DATA IN THIS EXERCISE |
--- --- ---

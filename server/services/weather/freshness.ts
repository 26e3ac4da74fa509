import type { ForecastSummary } from '../../../shared/types/ground-order'

type Status = ForecastSummary['status']
/** When a forecast came to us, and when it was made where the service says so. */
export interface ForecastAge { fetchedAt: Date, issuedAt: Date | null }

const HOUR_MS = 3_600_000
/**
 * Hours after which something is late, and after which no advice is worked out from it. Common practice, no source.
 *
 * The forecast is pulled every hour. Runs come with each cycle of six hours, some hours after it. A service that
 * answers well but is stuck on an old cycle shows by the time of issue.
 */
const LIMITS = {
  forecast: { lateH: 2, expiredH: 24 },
  runs: { lateH: 12, expiredH: 24 },
  issued: { lateH: 18, expiredH: 36 },
}

/** How far a place's weather can be trusted by its age: the worst of forecast and runs, of fetching and issue. */
export function freshness(forecast: ForecastAge | undefined, runs: ForecastAge | undefined, now: Date): Status {
  const clocks = clocksOf(forecast, runs)
  if (!clocks) return 'none'
  const ages = clocks.map(({ since, limits }) => ({ hours: (now.getTime() - since.getTime()) / HOUR_MS, limits }))
  if (ages.some(({ hours, limits }) => hours > limits.expiredH)) return 'expired'
  return ages.some(({ hours, limits }) => hours > limits.lateH) ? 'late' : 'fresh'
}

/** The next instant after which `freshness` says something else; null: none. */
export function freshUntil(forecast: ForecastAge | undefined, runs: ForecastAge | undefined, now: Date): Date | null {
  const turns = (clocksOf(forecast, runs) ?? []).flatMap(({ since, limits }) => [limits.lateH, limits.expiredH].map(hours => since.getTime() + hours * HOUR_MS))
  const next = Math.min(...turns.filter(turn => turn >= now.getTime()))
  return Number.isFinite(next) ? new Date(next) : null
}

function clocksOf(forecast: ForecastAge | undefined, runs: ForecastAge | undefined) {
  if (!forecast || !runs) return null
  return [
    { since: forecast.fetchedAt, limits: LIMITS.forecast },
    { since: runs.fetchedAt, limits: LIMITS.runs },
    ...[forecast, runs].flatMap(({ issuedAt }) => issuedAt ? [{ since: issuedAt, limits: LIMITS.issued }] : []),
  ]
}
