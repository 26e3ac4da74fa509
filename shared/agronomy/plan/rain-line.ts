import { quantileByRank } from './chance'

/** Rain in an hour above which that hour counts as wet, mm; the service's own probability uses the same. */
export const WET_HOUR_MM = 0.1
/** Hours after its onset over which a run's rain is summed for 'likely'. */
const LIKELY_HOURS = 48

/** When rain is likely to start. Hours count from the start of the runs; null: not within the horizon. */
export interface RainOnset {
  /** half of the runs have started by then */
  medianHour: number | null
  /** 1 in 10, and 9 in 10 */
  earlyHour: number | null
  lateHour: number | null
  /** share of the runs that start within the horizon, 0 to 1 */
  share: number
  /** median over the runs that start of the rain in the 48 h from their own onset, mm; null when none starts */
  likelyMm: number | null
}

/**
 * The rain line from the runs: median, early (1 in 10) and late (9 in 10) hour by rank, runs without rain last.
 *
 * @param runs - mm in each hour, one array a run
 * @param onsets - of the same runs, from rainOnset
 * @throws {RangeError} when there are no runs
 */
export function rainLine(runs: readonly Float64Array[], onsets: ArrayLike<number>): RainOnset {
  const hourAt = (q: number) => {
    const hour = quantileByRank(onsets, q)
    return Number.isFinite(hour) ? hour : null
  }
  const amounts = runs.flatMap((rainMm, run) => Number.isFinite(onsets[run]!) ? [rainAfter(rainMm, onsets[run]!)] : [])
  return {
    medianHour: hourAt(0.5),
    earlyHour: hourAt(0.1),
    lateHour: hourAt(0.9),
    share: amounts.length / runs.length,
    likelyMm: amounts.length > 0 ? quantileByRank(amounts, 0.5) : null,
  }
}

/** mm in the 48 h from an hour on, as far as the run goes. */
function rainAfter(rainMm: Float64Array, hour: number): number {
  let sum = 0
  for (let i = hour; i < Math.min(rainMm.length, hour + LIKELY_HOURS); i++) sum += rainMm[i]!
  return sum
}

/**
 * The middle run: of those that start nearest the median hour, the one whose rain is nearest to the likely amount.
 *
 * It is the run that tracks and bars are drawn from. Without a median within the horizon it is a dry run.
 *
 * @returns index of the run; the lower index when two are alike
 */
export function middleRun(runs: readonly Float64Array[], onsets: ArrayLike<number>): number {
  const median = quantileByRank(onsets, 0.5)
  const { likelyMm } = rainLine(runs, onsets)
  let best = 0
  let least = Infinity
  for (let run = 0; run < runs.length; run++) {
    if (onsets[run] !== median) continue
    const off = Number.isFinite(median) ? Math.abs(rainAfter(runs[run]!, median) - likelyMm!) : 0
    if (off < least) [best, least] = [run, off]
  }
  return best
}

/** Hour by hour over the runs: mean rain, mm, and the share of runs with a wet hour, 0 to 1. */
export function hourlyRain(runs: readonly Float64Array[], hours: number): { meanMm: Float64Array, wetShare: Float64Array } {
  const meanMm = new Float64Array(hours)
  const wetShare = new Float64Array(hours)
  for (const rainMm of runs) {
    for (let hour = 0; hour < hours; hour++) {
      meanMm[hour]! += rainMm[hour]!
      if (rainMm[hour]! > WET_HOUR_MM) wetShare[hour]!++
    }
  }
  const perRun = (sum: number) => sum / runs.length
  return { meanMm: meanMm.map(perRun), wetShare: wetShare.map(perRun) }
}
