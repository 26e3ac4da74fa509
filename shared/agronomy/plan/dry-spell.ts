import type { HourlyWeather } from '../weather/hourly'
import { WET_HOUR_MM } from './rain-line'

/** Days of the past over which an ordinary dry day is averaged. A design choice: long enough to smooth, short enough for the season. */
export const LOOK_BACK_DAYS = 14

/** Weather of an ordinary dry day, one value for each hour of the day at the farm. */
export interface DryDay {
  temperatureC: Float64Array
  humidityPct: Float64Array
  windMs: Float64Array
  radiationWm2: Float64Array
}

/**
 * The ordinary dry day of the last fortnight: for each hour of the day, the mean of the hours without rain.
 *
 * Ground that is still wet where the runs end goes on drying by it, so that 'fit again' has a date. More rain would
 * make that date later: it is the earliest that the place's own weather makes likely, not a forecast.
 *
 * @param past - hours that are over, every value known, at least a day of them
 * @param localHour - hour of the day at the farm, 0 to 23, of each hour of the past
 * @throws {RangeError} when an hour of the day doesn't occur
 */
export function ordinaryDryDay(past: HourlyWeather, localHour: Uint8Array): DryDay {
  const from = Math.max(0, past.hours - LOOK_BACK_DAYS * 24)
  const means = (column: Float64Array) => Float64Array.from({ length: 24 }, (_, hour) => meanOfHour(past, column, localHour, hour, from))
  return { temperatureC: means(past.temperatureC), humidityPct: means(past.humidityPct), windMs: means(past.windMs), radiationWm2: means(past.radiationWm2) }
}

/** Mean over the dry hours, or over all of them where it rained each day at that hour. */
function meanOfHour(past: HourlyWeather, column: Float64Array, localHour: Uint8Array, hour: number, from: number): number {
  let sum = 0
  let count = 0
  let sumOfAll = 0
  let all = 0
  for (let i = from; i < past.hours; i++) {
    if (localHour[i] !== hour) continue
    sumOfAll += column[i]!
    all++
    if (past.rainMm[i]! >= WET_HOUR_MM) continue
    sum += column[i]!
    count++
  }
  if (all === 0) throw new RangeError(`No hour of the past is ${hour} o’clock at the farm`)
  return count > 0 ? sum / count : sumOfAll / all
}

/**
 * A spell of ordinary dry days.
 *
 * @param startsAt - Unix seconds, a whole hour
 * @param localHour - hour of the day at the farm, 0 to 23, of each hour of the spell; as long as the spell
 */
export function drySpell(day: DryDay, startsAt: number, localHour: Uint8Array): HourlyWeather {
  const column = (values: Float64Array) => Float64Array.from(localHour, hour => values[hour]!)
  return {
    startsAt,
    hours: localHour.length,
    rainMm: new Float64Array(localHour.length),
    temperatureC: column(day.temperatureC),
    humidityPct: column(day.humidityPct),
    windMs: column(day.windMs),
    radiationWm2: column(day.radiationWm2),
  }
}
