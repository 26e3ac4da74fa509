/** Weather, evapotranspiration and clock of some hours of spring, with one rain. */
export function benchWeather(hours: number) {
  const column = (value: (i: number) => number) => Float64Array.from({ length: hours }, (_, i) => value(i))
  return {
    weather: {
      startsAt: 1_746_525_600, hours, rainMm: column(i => i % 120 > 50 && i % 120 < 60 ? 1.2 : 0), temperatureC: column(i => 9 + 6 * Math.sin(i / 3.8)),
      humidityPct: column(() => 60), windMs: column(() => 4), radiationWm2: column(() => 150),
    },
    etoMm: column(i => i % 24 > 6 && i % 24 < 20 ? 0.25 : 0),
    localHour: Uint8Array.from({ length: hours }, (_, i) => (i + 5) % 24),
  }
}

/** Least milliseconds of some rounds: what else the machine does can only add. */
export function leastMs(rounds: number, once: () => void): number {
  let least = Infinity
  for (let round = 0; round < rounds; round++) {
    const started = performance.now()
    once()
    least = Math.min(least, performance.now() - started)
  }
  return least
}
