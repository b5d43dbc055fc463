'use server'

import { submitted, valuesOf } from '@/app/_submit'
import type { FormState } from '@/app/_ui/forms/form-state'
import { decideImportRowsSchema, keepImportOptionsSchema, startImportSchema } from '@/lib/input/import'
import { parseInput } from '@/lib/input/parse-input'
import { cancelImport } from '@/lib/services/cancel-import'
import { decideImportRows } from '@/lib/services/decide-import-rows'
import { keepImportOptions } from '@/lib/services/keep-import-options'
import { startImport } from '@/lib/services/start-import'

/** Columns of the form: `column:HEADER` holds what the header is read as. */
const COLUMN = 'column:'

const optionsOf = (fields: Readonly<Record<string, string>>) => ({
  delimiter: fields.delimiter === 'tab' ? '\t' : fields.delimiter,
  decimal: fields.decimal,
  columns: Object.fromEntries(
    Object.entries(fields).flatMap(([name, value]) =>
      name.startsWith(COLUMN) ? [[name.slice(COLUMN.length), value]] : [],
    ),
  ),
})

/** Two buttons: look at the preview again, or begin. */
export async function importOptionsAction(id: number, _: FormState, form: FormData): Promise<FormState> {
  if (form.get('then') === 'start')
    return submitted(form, {
      parse: (fields) =>
        parseInput(startImportSchema, {
          options: optionsOf(fields),
          version: Number(fields.version),
          keepAs: fields.keepAs ?? '',
        }),
      serve: (actor, input) => startImport(actor, id, input),
      goTo: () => `/lots/import/${id}`,
    })
  return submitted(form, {
    parse: (fields) =>
      parseInput(keepImportOptionsSchema, {
        options: optionsOf(fields),
        version: Number(fields.version),
        mapping: fields.mapping ?? '',
      }),
    serve: (actor, input) => keepImportOptions(actor, id, input),
    goTo: () => `/lots/import/${id}`,
  })
}

export async function cancelImportAction(id: number, _: FormState, form: FormData): Promise<FormState> {
  return submitted(form, {
    parse: () => ({ ok: true, value: undefined }),
    serve: (actor) => cancelImport(actor, id),
    done: () => 'It ends after the rows that are being stored now. What is in stays in.',
  })
}

export async function decideRowsAction(id: number, _: FormState, form: FormData): Promise<FormState> {
  return submitted(form, {
    parse: (fields) =>
      parseInput(decideImportRowsSchema, {
        rowIds: valuesOf(form, 'row').map(Number),
        choice: fields.choice,
        reason: fields.reason ?? '',
      }),
    serve: (actor, input) => decideImportRows(actor, id, input),
    done: ({ corrected, rows }) =>
      `${rows} ${rows === 1 ? 'row is' : 'rows are'} answered${corrected === 0 ? ', the stored values stay' : `, ${corrected} ${corrected === 1 ? 'reading was' : 'readings were'} corrected`}.`,
  })
}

--- --- ---

YOUR ASSIGNMENT | Transcribe the records above exactly, from the opening line down to and including the line with "limits.expiredH)) return 'expired'".

RESPONSE |
filename server/services/weather/freshness.ts
repository 26e3ac4da74fa509
import type { ForecastSummary } from '../../../shared/types/ground-order'

type Status = ForecastSummary['status']
/** When a forecast came to us, and when it was made where the service says so. */
export interface ForecastAge { fetchedAt: Date, issuedAt: Date | null }

const HOUR_MS = 3_600_000
/**
 * Hours after which something is late, and after which no advice is worked out from it. Common practice, no source.
 *
 * The forecast is pulled every hour. Runs come with each cycle of six hours, some hours after it. A service that
 * answers well but is stuck on an old cycle shows by the time of issue.
 */
const LIMITS = {
  forecast: { lateH: 2, expiredH: 24 },
  runs: { lateH: 12, expiredH: 24 },
  issued: { lateH: 18, expiredH: 36 },
}

/** How far a place's weather can be trusted by its age: the worst of forecast and runs, of fetching and issue. */
export function freshness(forecast: ForecastAge | undefined, runs: ForecastAge | undefined, now: Date): Status {
  const clocks = clocksOf(forecast, runs)
  if (!clocks) return 'none'
  const ages = clocks.map(({ since, limits }) => ({ hours: (now.getTime() - since.getTime()) / HOUR_MS, limits }))
  if (ages.some(({ hours, limits }) => hours > limits.expiredH)) return 'expired'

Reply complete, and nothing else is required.